Therefore, the gas-liquid interface Lv is moved to a position where
the bubbles X are not adhered, whereby the liquid in the
microchannel can be made a good liquid containing no air bubbles.
If the liquid L in the mixing section E0 is sandwiched between two
gas-liquid interfaces Lv, it is also possible to move beyond the
range in which the bubbles X are adhered.
[0041] The flow speed of the liquid L when the bubbles in the
liquid float upward and are adhered on the inner wall of the mixing
section E0 and the flow speed of the liquid L when the bubbles are
draggled and are accumulated on the liquid L side of the moving
gas-liquid interface Lv must be smaller than the introduction speed
of the liquid L into the mixing section E0, and are preferably 1000
mm/s or less, more preferably 50 to 200 mm/s and particularly
preferably 50 to 100 mm/s.
[0042] Next, an intra-microchannel dissolving and dispersing method
in an actual microchannel chip with a reagent solidified and
carried in a reagent carrying channel will be discussed with
reference to the accompanying drawings to show the embodiment.
[0043] FIG. 3 is an exploded perspective view of the microfluid
chip according to the invention. FIGS. 4A and B are plan views of
the microchannel chip where FIG. 4A is a top view and FIG. 4B is a
bottom view.
[0044] A microfluid chip 100 is made up of a channel substrate 21
and a lid 23 put on one face (lower face) 22 of the channel
substrate 21, as shown in FIG. 3. The channel substrate 21 is
manufactured by injection molding of a thermoplastic high polymer.

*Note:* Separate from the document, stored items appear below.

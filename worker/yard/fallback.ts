/**
 * The small thermostat that a node runs by itself while nobody commands it: one a relay that was given one, each with
 * its own rest. Coil on while the node's own point is under `below`, off over `above`; never on for longer than
 * `onFor`, and after every run off for `offFor`. A dead point means off.
 *
 * Keeps no timer and reads no clock: whoever owns it calls `look` at the monotonic times that `nextMs` names, and oftener.
 */
import type { Coil, FallbackSetting } from '@/lib/field/frames';
import type { FallbackCoil, FallbackWhy } from '@/lib/field/fallback-log';

/** What flash holds: the settings of the newest command, and which of them ran or rested when it was written. */
export interface KeptFallback {
  settings: Record<string, FallbackSetting>;
  spent: string[];
}

export type FallbackChange = Omit<FallbackCoil, 'at'>;

/** A sensor is looked at this often, s of app time: a house cools slowly. */
export const lookEveryS = 5;
/** What a one-wire probe says when it is not there, or has only just got power. */
const notReadings: readonly number[] = [-127, 85];

interface Relay {
  coil: Coil;
  sinceMs: number;
  /** off at least until then, on the monotonic clock */
  restsTillMs: number;
}

export class Fallback {
  private settings: Record<string, FallbackSetting>;
  private readonly relays = new Map<string, Relay>();

  /**
   * A node that starts does not know for how long it was down: what ran or rested then rests its whole `offFor` now, so
   * that one which starts again and again never runs longer than it may.
   * @param rate app seconds a real second: spans are in app time, the monotonic clock in real time
   */
  constructor(
    kept: KeptFallback | null,
    private readonly rate: number,
    startMs: number,
    private readonly keep: (kept: KeptFallback) => void,
  ) {
    this.settings = kept?.settings ?? {};
    for (const key of kept?.spent ?? []) {
      const setting = this.settings[key];
      if (setting === undefined) continue;
      this.relays.set(key, { coil: 'off', sinceMs: startMs, restsTillMs: startMs + this.ms(setting.offFor) });
    }
  }

  /** Whether there is anything to run. */
  get isSet(): boolean {
    return Object.keys(this.settings).length > 0;
  }

  /** A command's fallbacks take the place of all that were kept; what it does not name is no longer run. */
  take(settings: Record<string, FallbackSetting>): void {
    if (JSON.stringify(settings) === JSON.stringify(this.settings)) return;
    this.settings = settings;
    this.keepNow();
  }

  /** A command drives again: runs end here, and their rests go on. @returns what dropped with it */
  end(nowMs: number): FallbackChange[] {
    const changes = Object.entries(this.settings).flatMap(([key, setting]) => {
      const relay = this.relays.get(key);
      if (relay?.coil !== 'on') return [];
      this.drop(relay, setting, nowMs);
      return [changed(key, 'off', 'command', setting, null)];
    });
    if (changes.length > 0) this.keepNow();
    return changes;
  }

  /** @param read the node's own point, °C; null where it has no reading */
  look(nowMs: number, read: (point: string) => number | null): FallbackChange[] {
    const before = this.relays.size;
    const changes = Object.entries(this.settings).flatMap(([key, setting]): FallbackChange[] => {
      const told = read(setting.point);
      const value = told === null || !Number.isFinite(told) || notReadings.includes(told) ? null : told;
      const relay = this.relays.get(key);
      if (relay?.coil === 'on') {
        const why = this.endsBy(relay, setting, value, nowMs);
        if (why === null) return [];
        this.drop(relay, setting, nowMs);
        return [changed(key, 'off', why, setting, value)];
      }
      if (relay !== undefined && nowMs < relay.restsTillMs) return [];
      this.relays.delete(key);
      if (value === null || value >= setting.below) return [];
      this.relays.set(key, { coil: 'on', sinceMs: nowMs, restsTillMs: nowMs });
      return [changed(key, 'on', 'below', setting, value)];
    });
    // a rest that is over is no longer to be remembered
    if (changes.length > 0 || this.relays.size !== before) this.keepNow();
    return changes;
  }

  /** When it must be looked at again at the latest, monotonic ms. */
  nextMs(nowMs: number): number {
    const ends = Object.entries(this.settings).flatMap(([key, setting]) => {
      const relay = this.relays.get(key);
      return relay?.coil === 'on' ? [relay.sinceMs + this.ms(setting.onFor)] : [];
    });
    return Math.min(nowMs + this.ms(lookEveryS), ...ends);
  }

  private endsBy(
    relay: Relay,
    setting: FallbackSetting,
    value: number | null,
    nowMs: number,
  ): FallbackWhy | null {
    if (value === null) return 'dead-point';
    if (value > setting.above) return 'above';
    return nowMs >= relay.sinceMs + this.ms(setting.onFor) ? 'longest' : null;
  }

  private drop(relay: Relay, setting: FallbackSetting, nowMs: number): void {
    // a timer that came late was no longer run than allowed on purpose, but the rest is counted from when it really ended
    relay.coil = 'off';
    relay.sinceMs = nowMs;
    relay.restsTillMs = nowMs + this.ms(setting.offFor);
  }

  private ms(seconds: number): number {
    return (seconds * 1000) / this.rate;
  }

  private keepNow(): void {
    this.keep({ settings: this.settings, spent: [...this.relays.keys()] });
  }
}

function changed(
  key: string,
  what: Coil,
  why: FallbackWhy,
  { point }: FallbackSetting,
  value: number | null,
): FallbackChange {
  return { what, relay: Number(key), why, point, value };
}
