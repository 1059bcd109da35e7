/** What a node sends of its readings, and in which order: the newest never queue behind the old. */
import { Backlog, type KeptRecord } from './backlog';

/** Real time without an answer after which a pack is sent again. */
export const ackWaitMs = 20_000;

export class Outbox {
  private readonly backlog = new Backlog();
  /** packs under way: how to call off waiting for their answer */
  private readonly waiting = new Map<number, () => void>();
  private catchUpSeq: number | null = null;

  /**
   * @param sendPack sends a pack; its seq, or null where the line is not open
   * @param after runs something once after some real time; the answer calls it off
   */
  constructor(
    private readonly sendPack: (pack: KeptRecord[]) => number | null,
    private readonly after: (ms: number, then: () => void) => () => void,
  ) {}

  get size(): number {
    return this.backlog.size;
  }

  add(records: readonly KeptRecord[]): void {
    this.backlog.add(records);
  }

  /** Sends the newest reading of each point, then goes on with the oldest. */
  send(): void {
    this.sent(this.backlog.newest());
    this.catchUp();
  }

  acknowledged(seq: number): void {
    this.backlog.acknowledged(seq);
    this.settled(seq);
  }

  /** Whatever was under way may or may not have arrived: it waits to be sent again. */
  lineDown(): void {
    for (const cancel of this.waiting.values()) cancel();
    this.waiting.clear();
    this.catchUpSeq = null;
    this.backlog.lineDown();
  }

  /** One pack of old readings at a time: the server stores in its own pace. */
  private catchUp(): void {
    if (this.catchUpSeq === null) this.catchUpSeq = this.sent(this.backlog.oldest());
  }

  private sent(pack: KeptRecord[]): number | null {
    if (pack.length === 0) return null;
    const seq = this.sendPack(pack);
    if (seq === null) return null;
    this.backlog.underWay(pack, seq);
    this.waiting.set(
      seq,
      this.after(ackWaitMs, () => {
        this.backlog.unanswered(seq);
        this.settled(seq);
      }),
    );
    return seq;
  }

  private settled(seq: number): void {
    this.waiting.get(seq)?.();
    this.waiting.delete(seq);
    if (this.catchUpSeq === seq) this.catchUpSeq = null;
    this.catchUp();
  }
}
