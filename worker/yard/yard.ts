/**
 * The whole simulated yard: one world, and the nodes that are wired into it. The world is brought up to the
 * moment whenever somebody looks at it or a coil is about to change, so that a coil acts for as long as it was on.
 */
import { reportEveryS, yardHouse } from './catalogue';
import { AppTime, iso, type Clock } from './clock';
import type { YardConfig } from './config';
import { Faults } from './faults';
import { FieldNode } from './node';
import { sensorReadings } from './sensors';
import { nodeFlash } from './store';
import { hashOf, type FaultOrder, type TrainedNode, type Trainer } from './training-door';
import { createWorld, stepWorld, type World, type YardRelays } from './world';

/** A world that stood still for longer is taken up from here: nobody waits for a summer to be stepped. */
const catchUpMsMost = 36 * 3_600_000;
/** A world that is further ahead than this, from a wrong clock, would stand still until time caught up. */
const aheadMsMost = 60_000;
/** How often the world is stepped when nothing asks for it, s of app time. */
const stepEveryS = 5;

export type YardLog = (event: string, fields: Record<string, unknown>) => void;

/** A node of the yard, with what is made to go wrong about it. */
interface Standing {
  node: FieldNode;
  faults: Faults;
  given: YardConfig['nodes'][number];
}

export class Yard implements Trainer {
  private world: World | undefined;
  private readonly time: AppTime;
  private readonly standing: Standing[];
  private cancelStep: (() => void) | undefined;

  /** @param saved the world of an earlier run, to go on from */
  constructor(
    private readonly config: YardConfig,
    private readonly clock: Clock,
    private readonly log: YardLog,
    saved: World | undefined,
  ) {
    this.world = saved;
    this.time = new AppTime(clock, config.rate);
    this.standing = config.nodes.map((given) => {
      const faults = new Faults();
      return { node: this.node(given, faults), faults, given };
    });
  }

  start(): void {
    for (const { node } of this.standing) node.start();
    this.keepStepping();
  }

  stop(): void {
    this.cancelStep?.();
    for (const { node } of this.standing) node.stop();
  }

  /** The world as it is now, for saving; undefined while the time is not known yet. */
  current(): World | undefined {
    this.bringUpTo(this.clock.monotonicMs());
    return this.world;
  }

  /** Every node with what is wrong about it just now. */
  nodes(): TrainedNode[] {
    const now = this.clock.monotonicMs();
    return this.standing.map(({ faults, given }) => ({
      tokenHash: hashOf(given.token),
      points: yardHouse(given.house).points.map(({ key }) => key),
      relays: yardHouse(given.house).relays,
      faults: faults.at(now).map(({ endsMs, ...fault }) => ({
        ...fault,
        leftS: Math.ceil(((endsMs - now) * this.config.rate) / 1000),
      })),
    }));
  }

  /** Puts a fault, or ends it. */
  order({ tokenHash, on, seconds, ...about }: FaultOrder): string | null {
    const found = this.standing.find(({ given }) => hashOf(given.token) === tokenHash);
    if (found === undefined) return 'this node is not of the yard';
    const place = yardHouse(found.given.house);
    const has = (point: string | null) => place.points.some(({ key }) => key === point);
    const { fault, point, other, relay } = about;
    const isProbe = fault === 'dead-sensor' || fault === 'lying-85' || fault === 'swapped-probes';
    if (isProbe && !has(point)) return `this node has no point "${point ?? ''}"`;
    if (fault === 'swapped-probes' && (!has(other) || other === point))
      return 'two different points are swapped';
    const isRelay = fault === 'welded-relay' || fault === 'dead-fan';
    if (isRelay && !(relay !== null && relay <= place.relays)) return 'give the relay';
    // what has been until now is reckoned with the faults of until now
    this.current();
    const one = { ...about, endsMs: this.clock.monotonicMs() + this.time.realMs(seconds) };
    if (on) found.faults.put(one);
    else found.faults.end(one);
    this.log('training', { ...this.at(), node: found.given.key, on, ...about });
    this.supply();
    return null;
  }

  private node({ key, token, house }: YardConfig['nodes'][number], faults: Faults): FieldNode {
    const place = yardHouse(house);
    return new FieldNode({
      key,
      token,
      server: this.config.server,
      relays: place.relays,
      rate: this.config.rate,
      reportS: reportEveryS,
      clock: this.clock,
      time: this.time,
      sample: (appMs) => {
        const world = this.current();
        if (world === undefined) return [];
        const seen = sensorReadings(world, house, appMs).map(({ key: n, unit: u, value: v }) => ({
          n,
          u,
          v,
        }));
        return faults.readings(seen, this.clock.monotonicMs());
      },
      beforeCoilsChange: (monotonicMs) => this.bringUpTo(monotonicMs),
      log: (event, fields) => this.log(event, { ...this.at(), node: key, ...fields }),
      flash: nodeFlash(this.config.stateFile, key, (why) =>
        this.log('flash not written', { node: key, why }),
      ),
    });
  }

  private at(): { at?: string } {
    const appMs = this.time.nowMs();
    return appMs === null ? {} : { at: iso(appMs) };
  }

  private keepStepping(): void {
    // Between 20 steps a second and one: often enough for 60 times the real rate, idle enough for 1.
    const everyMs = Math.min(1000, Math.max(50, this.time.realMs(stepEveryS)));
    this.cancelStep = this.clock.after(everyMs, () => {
      // After a stall each node first sees which coils dropped meanwhile; then the world is stepped.
      for (const { node } of this.standing) node.wake();
      this.supply();
      this.current();
      this.keepStepping();
    });
  }

  private bringUpTo(monotonicMs: number): void {
    const appMs = this.time.atMs(monotonicMs);
    if (appMs === null) return;
    let world = this.world ?? createWorld(this.config.seed, appMs);
    if (world.ms > appMs + aheadMsMost) {
      this.log('world moved back', { hours: Math.round((world.ms - appMs) / 3_600_000) });
      world = { ...world, ms: appMs };
    }
    const gapMs = appMs - world.ms;
    if (gapMs > catchUpMsMost) {
      this.log('world moved on', { hours: Math.round(gapMs / 3_600_000) });
      this.world = stepWorld({ ...world, ms: appMs - catchUpMsMost }, {}, catchUpMsMost / 1000);
    } else {
      this.world = gapMs > 0 ? stepWorld(world, this.contacts(), gapMs / 1000, this.leaks()) : world;
    }
  }

  /** Which loads run, by the node that the catalogue wires to each house, whatever key the config gave it. */
  private contacts(): YardRelays {
    const now = this.clock.monotonicMs();
    return Object.fromEntries(
      this.standing.map(({ node, faults, given }) => [
        yardHouse(given.house).node,
        faults.contacts(node.state().channels, now),
      ]),
    );
  }

  private leaks(): Record<string, number> {
    const now = this.clock.monotonicMs();
    return Object.fromEntries(this.standing.map(({ faults, given }) => [given.house, faults.leak(now)]));
  }

  /** Power and line of each node are as its faults say; what has ended by itself is mended here. */
  private supply(): void {
    const now = this.clock.monotonicMs();
    for (const { node, faults } of this.standing) {
      node.supply({ power: !faults.has('power-cut', now), line: !faults.has('lost-link', now) });
    }
  }
}
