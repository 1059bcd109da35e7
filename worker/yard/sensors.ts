/**
 * What the yard's sensors show: the truth of the world with each one's own error, noise and smallest step.
 * A pure function of the world and the moment, so that a re-sent reading is the same reading.
 */
import { humidityRatio, pressureAtAltitude, relativeHumidity } from '@/lib/physics/air';
import { yardHouse, type Quantity, type YardHouse, type YardPoint } from './catalogue';
import { normal } from './noise';
import type { Weather } from './weather';
import { isOn, type HouseWorld } from './house-world';
import { houseWorld, localWeather, type World } from './world';

export interface SensorReading {
  key: string;
  unit: YardPoint['unit'];
  value: number;
}

/** All readings of a house's node at a moment, epoch ms. */
export function sensorReadings(world: World, houseKey: string, ms: number): SensorReading[] {
  const place = yardHouse(houseKey);
  const now = houseWorld(world, houseKey);
  const weather = localWeather(world, place, ms);
  return place.points.map((point) => {
    const noise = point.noise * normal(world.seed, `${place.node}/${point.key}`, Math.round(ms / 1000));
    const shown = truth(point.of, world, place, now, weather) + point.offset + noise;
    return { key: point.key, unit: point.unit, value: ended(point, rounded(shown, point.resolution)) };
  });
}

function truth(of: Quantity, world: World, place: YardHouse, now: HouseWorld, weather: Weather): number {
  const coils = world.relays[place.node] ?? {};
  switch (of) {
    case 'air':
      return now.airC;
    // A bench stands between the air and the warm mass under it; the sheltered one is further from the glass.
    case 'bench':
      return 0.75 * now.airC + 0.25 * now.massC - 0.25;
    case 'sheltered-bench':
      return 0.55 * now.airC + 0.45 * now.massC;
    case 'humidity':
      return 100 * houseHumidity(place, now, weather);
    case 'outdoors':
      return weather.tempC;
    case 'heap-intake':
      return now.airC;
    case 'heap-return':
      return now.heapReturnC;
    case 'heap-core':
      return now.heap.coreC;
    case 'heap-base':
      return now.heap.baseC;
    case 'heap-edge':
      return weather.tempC + 0.45 * (now.heap.coreC - weather.tempC);
    case 'soil':
      return now.ringC;
    case 'soil-return':
      return now.soilReturnC;
    case 'fan-current':
      return isOn(coils, place.heapFan.relay) ? place.heapFan.fanW / place.heapFan.volts : 0;
    case 'light':
      return 0.7 * weather.sunWPerM2;
  }
}

/**
 * Relative humidity in the house, 0 to 1: outdoor air with what plants and soil give it, dried again by the
 * cold glass, on which all above its own saturation condenses.
 */
function houseHumidity(place: YardHouse, now: HouseWorld, weather: Weather): number {
  const pressurePa = pressureAtAltitude(place.altitudeM);
  const given = 0.0026 + 2e-6 * weather.sunWPerM2;
  const glassC = weather.tempC + 0.62 * (now.airC - weather.tempC);
  const held = Math.min(
    humidityRatio(weather.tempC, weather.relativeHumidity, pressurePa) + given,
    humidityRatio(glassC, 1, pressurePa),
  );
  return Math.min(1, relativeHumidity(now.airC, held, pressurePa));
}

function rounded(value: number, resolution: number): number {
  // Cut to six places, so that a step of 0.1 prints as it is sent.
  return Number((Math.round(value / resolution) * resolution).toFixed(6));
}

/** Ends of a scale: a current clamp and a light cell show nothing under 0, a humidity cell nothing over 100. */
function ended(point: YardPoint, value: number): number {
  if (point.unit === 'Cel') return value;
  return point.unit === '%RH' ? Math.min(100, Math.max(0, value)) : Math.max(0, value);
}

Although the high polymer to be used is not limited, it is
desirable that the high polymer should be optically transparent,
have high heat resistance, be chemically stable, and be easily
injection molded; COP, COC, PMMA, etc., is preferred. The
expression "optically transparent" is used to mean that
transmittance is high in the wavelengths of excitation light and
fluorescence used for detection, that scattering is small, and
autofluorescence is small. Since the chip 100 has
light-transmittancy for making it possible to detect fluorescence,
for example, SYBR green is used for a detection reagent and it is
made possible to measure fluorescence emitted as it is intercalated
into double stranded DNA amplified by reaction. Accordingly, it is
made possible to detect the presence or absence of a gene sequence
as a target.
[0045] The microchannel chip 100 is set in an inspection apparatus
(not shown) for use and is discarded after once used. In the
embodiment, blood (whole blood) of a sample is poured into the
microfluid chip 100. The microfluid chip 100 is set in the
inspection apparatus, whereby the sample liquid is handled by a
physical action force from the outside of the chip and, for
example, a plurality of target genes of monobasic polymorphism are
inspected; reaction to amplify the nucleic acid of the target
sequence isothermally and specifically and detection thereof can be
realized on the chip 100 as shown in JP-A-2005-160387. Accordingly,
for examples the target nucleic acid is amplified and is detected,
whereby it is made possible to amplify and detect the target
nucleic acid specific to the pathogen causing an infectious
disease, and it is made possible to determine whether or not the
pathogen exists in the sample, etc.
[0046] In the embodiment, the physical action force is a pneumatic
action force (pneumatic drive force) generated by air supply or air
suction from port parts PT provided at the start point and the end
point of a liquid channel. Therefore, it is made possible to
perform move control of liquid supplied to the liquid channel to
any desired position in the liquid channel by air supply or air
suction acted on the start point and the end point of the liquid
channel. At this time, the liquid is held in a state in which it is
clamped in the gas intervening between the start point and the tip
part of the liquid and between the rear end part of the liquid and
the end point and is not broken midway by the action of a tensile
force.
[0047] The channel substrate 21 is formed on an opposite face
(upper face) 28 with excavations 29 and 31, which are positioned
corresponding to a heated section B and a reaction section F,
respectively. Openings 33, 35, 37, and 39 communicating with a
first port PT-A, a second port PT-D, a third port PT-B, and a
fourth port PT-C are made in the lower face 22 of the channel
substrate 21 as shown in FIG. 2. The channel substrate 21 is
formed, for example, as outer dimensions of 55.times.91 mm of
length W2.times.breadth W1 and having a thickness t of about 2
mm.
[0048] The lid 23 is a member for lidding the ports, the cells, and
the channels (grooves) formed on the channel face (lower face 22)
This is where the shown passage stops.